WORK INSTRUCTIONS ▸ Pick out each line of the records in which the word "ArpaModel" appears.

EXTRACTED ENTRIES ▸

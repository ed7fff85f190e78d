//! N-gram language models for the decoder: counting, smoothing, ARPA reading and writing,
//! fast state-based querying, perplexity, mixing and pruning.
//!
//! # Key design decision
//!
//! Estimation and querying are separate. [`NgramCounts`] counts by sorting packed n-gram keys
//! (lower orders are derived from the distinct higher-order n-grams, which yields Kneser-Ney
//! continuation counts for free); [`estimate_with`] computes an interpolated model (modified
//! Kneser-Ney by default, after Chen & Goodman 1998; also Kneser-Ney, Witten-Bell, add-k) and
//! folds it into back-off form, the form the ARPA file stores. [`write_estimated_arpa`] streams
//! that form to disk without building anything else, which keeps a 10-million-token build small.
//!
//! The decoder only ever sees [`ArpaModel`]: one hash table per order keyed by (prefix n-gram
//! index, word), so that a query is a few probes, and a small `Copy` state ([`LmState`]) per
//! hypothesis instead of a word history. Whatever the smoothing, a model read from disk and a
//! freshly estimated one behave identically. [`merge`] (EM-weighted mixing) and [`prune`]
//! (Stolcke's relative-entropy pruning) work on that back-off form and recompute back-off weights.
//!
//! Conventions (`docs/language-models.md`): one `<s>` before and one `</s>` after every sentence;
//! `<s>` is context only; unigrams interpolate with the uniform distribution over the vocabulary
//! (training types + `</s>` + `<unk>`); perplexity counts every word and `</s>`, OOVs as `<unk>`.
//!
//! # Example
//!
//! ```
//! use isogloss_lm::{estimate, NgramCounts, Smoothing};
//!
//! let sentences = ["the cat sat", "the cat ran", "a dog sat"]
//!     .iter()
//!     .map(|line| line.split_whitespace().map(String::from).collect::<Vec<_>>());
//! let counts = NgramCounts::from_sentences(sentences, 3).unwrap();
//! let estimated = estimate(&counts, Smoothing::ModifiedKneserNey).unwrap();
//! let model = estimated.model; // tiny corpus: `estimated.warnings` explains the discount fallback
//!
//! let mut state = model.sentence_start();
//! let mut log10_sentence = 0.0;
//! for word in ["the", "cat", "sat"] {
//!     let (log10_prob, next) = model.score(&state, model.word_index(word).unwrap());
//!     log10_sentence += log10_prob;
//!     state = next;
//! }
//! log10_sentence += model.sentence_end(&state);
//! assert!(log10_sentence < 0.0 && log10_sentence > -3.0);
//! // model.write_arpa("model.arpa") writes it; ArpaModel::read reads it back.
//! ```
#![deny(missing_docs)]

mod arpa;
mod counts;
mod error;
mod estimate;
mod eval;
mod mix;
mod model;
mod prune;
mod rebuild;

pub use counts::{read_vocabulary, CountOptions, NgramCounts};
pub use error::LmError;
pub use estimate::{
    estimate, estimate_with, write_estimated_arpa, Discounts, Estimate, EstimateOptions,
    EstimateSummary, InterpolatedModel, Smoothing,
};
pub use eval::{
    evaluate_sentences, evaluate_text, read_sentences, score_sentence, Perplexity, SentenceScorer,
};
pub use mix::{estimate_weights, merge, Mixture, MixtureWeights};
pub use model::{
    ArpaModel, LmState, WordIndex, MAX_ENTRIES_PER_ORDER, MAX_ORDER, SENTENCE_END, SENTENCE_START,
    UNKNOWN_WORD,
};
pub use prune::prune;

#[cfg(test)]
mod tests_arpa;
#[cfg(test)]
mod tests_estimate;
#[cfg(test)]
mod tests_mix;
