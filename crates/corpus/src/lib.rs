//! Corpus manifests for isogloss: reading, validating and splitting the tab-separated utterance
//! lists, and the tab-separated table reader that every isogloss text format shares.
//!
//! # Design
//!
//! A manifest (`id audio start end speaker dialect` + transcript columns, `docs/formats.md`) is the one
//! description of a corpus every later stage reads. Two ways in serve two needs:
//! [`Manifest::read`] stops at the first structural error (what a trainer wants), while
//! [`Manifest::read_collecting`] and [`check::check_manifests`] carry on past every bad row
//! and return all [`Problem`]s at once, each naming file and line (what a person fixing a
//! spreadsheet wants). Audio paths are resolved against the manifest's folder on reading and
//! made relative again on writing, so manifests and their audio can move together.
//!
//! Splits ([`split::split_by_speaker`]) deal out whole speakers, stratified by dialect and
//! measured in audio duration, with a seeded ChaCha8 shuffle, so they are reproducible and never
//! leak a voice from training into evaluation.
//!
//! # Example
//!
//! ```no_run
//! use isogloss_corpus::Manifest;
//!
//! # fn main() -> Result<(), isogloss_corpus::CorpusError> {
//! let manifest = Manifest::read("corpus/train.tsv".as_ref())?;
//! let column = manifest.column_index("normalized")?;
//! for utterance in &manifest.utterances {
//!     println!("{} {}", utterance.id, utterance.transcripts[column]);
//! }
//! # Ok(())
//! # }
//! ```
#![deny(missing_docs)]

use std::path::{Path, PathBuf};

pub mod check;
mod manifest;
pub mod split;
pub mod tsv;

pub use manifest::{Manifest, Problem, Severity, Utterance, REQUIRED_COLUMNS};

/// Everything that can go wrong reading or checking a corpus file.
#[derive(Debug, thiserror::Error)]
pub enum CorpusError {
    /// The file could not be read or written.
    #[error("{path}: {source}")]
    Io {
        /// The file.
        path: PathBuf,
        /// What the operating system said.
        source: std::io::Error,
    },
    /// The file's content does not follow its format.
    #[error("{path}, line {line}: {message}")]
    Format {
        /// The file.
        path: PathBuf,
        /// 1-based line number.
        line: usize,
        /// What was expected and what was found.
        message: String,
    },
    /// The audio a manifest row points to cannot be used.
    #[error("{path}, line {line}: {source}")]
    Audio {
        /// The manifest.
        path: PathBuf,
        /// 1-based line of the row.
        line: usize,
        /// What the audio reader found.
        source: isogloss_audio::AudioError,
    },
    /// A setting outside its valid range.
    #[error("invalid {what}: expected {expected}, found {found}")]
    InvalidParameter {
        /// Which setting.
        what: &'static str,
        /// The valid range.
        expected: &'static str,
        /// The value given.
        found: String,
    },
}

impl CorpusError {
    /// The file the error is about (empty for parameter errors).
    pub fn path(&self) -> &Path {
        match self {
            CorpusError::Io { path, .. }
            | CorpusError::Format { path, .. }
            | CorpusError::Audio { path, .. } => path,
            CorpusError::InvalidParameter { .. } => Path::new(""),
        }
    }
}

RESULT FOR THIS TASK ▸
//! The decoder only ever sees [`ArpaModel`]: one hash table per order keyed by (prefix n-gram
//! // model.write_arpa("model.arpa") writes it; ArpaModel::read reads it back.
    ArpaModel, LmState, WordIndex, MAX_ENTRIES_PER_ORDER, MAX_ORDER, SENTENCE_END, SENTENCE_START,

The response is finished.